In the moments before a neurosurgical procedure, a scenario familiar to every pediatric physician often unfolds: the child refuses to cooperate. Frightened, withdrawn, uncomprehending, or simply unresponsive, the young patient poses a significant clinical challenge. According to data collected during the project, up to two-thirds of children arriving for pre-operative neurosurgical assessments struggle to engage with the examining physician even when a parent is present and offering encouragement.
The reasons are well documented: anxiety in an unfamiliar medical environment, fear of strangers, shyness, and at times language barriers. For the neurosurgeon, this creates a dual challenge: establishing rapport with the child is difficult, and even when contact is achieved, there is a lack of precise, quantitative tools to produce a comprehensive neurological picture. To date, no structured instruments have been available in hospitals or public health services to address these limitations.

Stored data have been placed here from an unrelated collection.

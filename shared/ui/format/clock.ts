/** Instants (epoch ms) as the workshop's clock and calendar say them. */
import type { Band } from '@/calc/plan-types';
import { EN_DASH, NBSP, pointMarks, type LocaleMarks } from './marks';
import { dayOf, daysBetween, localTime } from './zone';

const weekdays = ['Sunday', 'Monday', 'Tuesday', 'Wednesday', 'Thursday', 'Friday', 'Saturday'];
const months = [
  'January',
  'February',
  'March',
  'April',
  'May',
  'June',
  'July',
  'August',
  'September',
  'October',
  'November',
  'December',
];
const two = (n: number) => String(n).padStart(2, '0');
const weekdayOf = (day: string) => weekdays[new Date(`${day}T00:00:00Z`).getUTCDay()] ?? '';

function clockOf(hour: number, minute: number, marks: LocaleMarks): string {
  if (!marks.hour12) return `${two(hour)}:${two(minute)}`;
  return `${hour % 12 || 12}:${two(minute)}${NBSP}${hour < 12 ? 'am' : 'pm'}`;
}

/** '13:42' in the zone; '1:42 pm' only where the locale counts to 12. */
export function clock(instant: number, zone: string, marks = pointMarks): string {
  const t = localTime(instant, zone);
  return clockOf(t.hour, t.minute, marks);
}

/** '13:42:07' */
export function clockWithSeconds(instant: number, zone: string): string {
  const t = localTime(instant, zone);
  return `${two(t.hour)}:${two(t.minute)}:${two(t.second)}`;
}

/** 'Tue 9 June'; the year only where it is not the one of `now`. */
export function date(instant: number, zone: string, now?: number): string {
  const t = localTime(instant, zone);
  const year = now !== undefined && localTime(now, zone).year !== t.year ? ` ${t.year}` : '';
  return `${weekdayOf(dayOf(instant, zone)).slice(0, 3)}${NBSP}${t.day}${NBSP}${months[t.month - 1] ?? ''}${year}`;
}

/** 'Tuesday 9 June' */
export function dateLong(instant: number, zone: string): string {
  const t = localTime(instant, zone);
  return `${weekdayOf(dayOf(instant, zone))} ${t.day}${NBSP}${months[t.month - 1] ?? ''}`;
}

/**
 * An instant beside now: today '10:00', within six days 'Wed 10:00', further off '9 June 10:00', in another year with
 * the year.
 */
export function moment(instant: number, zone: string, now: number, marks = pointMarks): string {
  const [day, today] = [dayOf(instant, zone), dayOf(now, zone)];
  const at = clock(instant, zone, marks);
  if (day === today) return at;
  if (Math.abs(daysBetween(today, day)) <= 6) return `${weekdayOf(day).slice(0, 3)}${NBSP}${at}`;
  const t = localTime(instant, zone);
  const year = localTime(now, zone).year === t.year ? '' : `${NBSP}${t.year}`;
  return `${t.day}${NBSP}${months[t.month - 1] ?? ''}${year}${NBSP}${at}`;
}

/** 'today', 'yesterday', '12 days'; for 'YYYY-MM-DD' or an instant in the past. */
export function age(instant: number, zone: string, now: number): string {
  const days = daysBetween(dayOf(instant, zone), dayOf(now, zone));
  if (days <= 0) return 'today';
  return days === 1 ? 'yesterday' : `${days}${NBSP}days`;
}

/** For tables: 'today', '12 d'. */
export function ageShort(instant: number, zone: string, now: number): string {
  const days = daysBetween(dayOf(instant, zone), dayOf(now, zone));
  return days <= 0 ? 'today' : `${days}${NBSP}d`;
}

/** 'today', 'tomorrow', 'Wed 10 June': the day a time field speaks of. */
export function dayName(day: string, today: string): string {
  const ahead = daysBetween(today, day);
  if (ahead === 0) return 'today';
  if (ahead === 1) return 'tomorrow';
  if (ahead === -1) return 'yesterday';
  const [, month = 1, dayOfMonth = 1] = day.split('-').map(Number);
  return `${weekdayOf(day).slice(0, 3)}${NBSP}${dayOfMonth}${NBSP}${months[month - 1] ?? ''}`;
}

/** To how many minutes an estimated instant is told: to 5, within an hour of now to 1. */
const toldMinutes = (likely: number, now: number): 5 | 1 => (likely - now >= 3_570_000 ? 5 : 1);

/** Moves an estimated instant to the minutes that are told. */
export function told(instant: number, likely: number, now: number): number {
  const step = toldMinutes(likely, now) * 60_000;
  return Math.round(instant / step) * step;
}

/** The instants of a band, epoch ms. */
export type InstantBand = Band;

/** The likely finish: '17:05', another day 'Wed 10:00'. */
export const readyAt = (band: InstantBand, zone: string, now: number, marks = pointMarks): string =>
  moment(told(band.p50, band.p50, now), zone, now, marks);

/**
 * Its band: '16:40–18:05'; a bound on another day than the likely one says its weekday. Where only a timer is left to run
 * both ends are one minute: 'to the minute'; farther off than an hour, where 5 min are told: 'to 5 min'.
 */
export function readyBounds(band: InstantBand, zone: string, now: number, marks = pointMarks): string {
  const likelyDay = dayOf(told(band.p50, band.p50, now), zone);
  const bound = (instant: number) => {
    const at = told(instant, band.p50, now);
    const day = dayOf(at, zone);
    const text = clock(at, zone, marks);
    return day === likelyDay ? text : `${weekdayOf(day).slice(0, 3)}${NBSP}${text}`;
  };
  const [early, late] = [bound(band.p10), bound(band.p90)];
  if (early === late) return toldMinutes(band.p50, now) === 1 ? 'to the minute' : `to 5${NBSP}min`;
  return `${early}${EN_DASH}${late}`;
}

/** 'ready 17:05 (16:40–18:05)' */
export const readyWithBand = (band: InstantBand, zone: string, now: number, marks = pointMarks): string =>
  `ready ${readyAt(band, zone, now, marks)} (${readyBounds(band, zone, now, marks)})`;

It was into this gap that Ilona Lev stepped in, an industrial designer and lecturer in HIT’s Faculty of Design, with extensive expertise in medical device development and a portfolio of projects in Israel and abroad serving leading global medical companies. Within the framework of the Faculty’s Design Clinic course, Lev led a two-and-a-half-year project developed in full collaboration with Dr. Ido Ben Tzvi, a specialist neurosurgeon and Medical Director of the Innovation Center at Schneider.
The core concept driving the development was straightforward: if the child won’t come to the doctor, the game will come to the child. The system is designed to capture the child’s attention organically and spontaneously, allowing the physician to focus entirely on the examination itself — without expending resources on building trust or managing anxiety.

“This is precisely the power of Design Clinic,” says Ilona Lev. “It brings together students with creative, lateral thinking and a genuine medical need — and produces a solution that neither side could have reached alone.”
The system comprises three play-based tools, each assessing one of three core neurological domains as defined by Dr. Ben Tzvi:
Eye movement — visual tracking of a moving object
Gross motor strength — assessment of strength in the arms and legs
Coordination — response to a moving object in space, activated by finger touch
Results are recorded in real time via a dedicated application and transmitted to the neurosurgeon as quantitative data — not subjective impressions, but precise, reliable measurements that can directly inform clinical decision-making.
The Design Clinic team included students Hava Shmuelov, Shahar Greenboim, Uri David, Maayan Yarkoni, and Ella Kotler, under the mentorship of Ilona Lev. Medical expertise and clinical direction were provided throughout by Dr. Ben Tzvi, who was a full partner at every stage — as initiator, professional lead, and bridge between the world of design and the realities of clinical practice.

Design Clinic is a distinctive academic platform of HIT’s Faculty of Design, conceived to connect academic learning with real-world needs. Companies, organizations, and communities bring open-ended challenges; students work on them as they would in a professional studio — with experienced faculty guidance and full partnership with the commissioning body.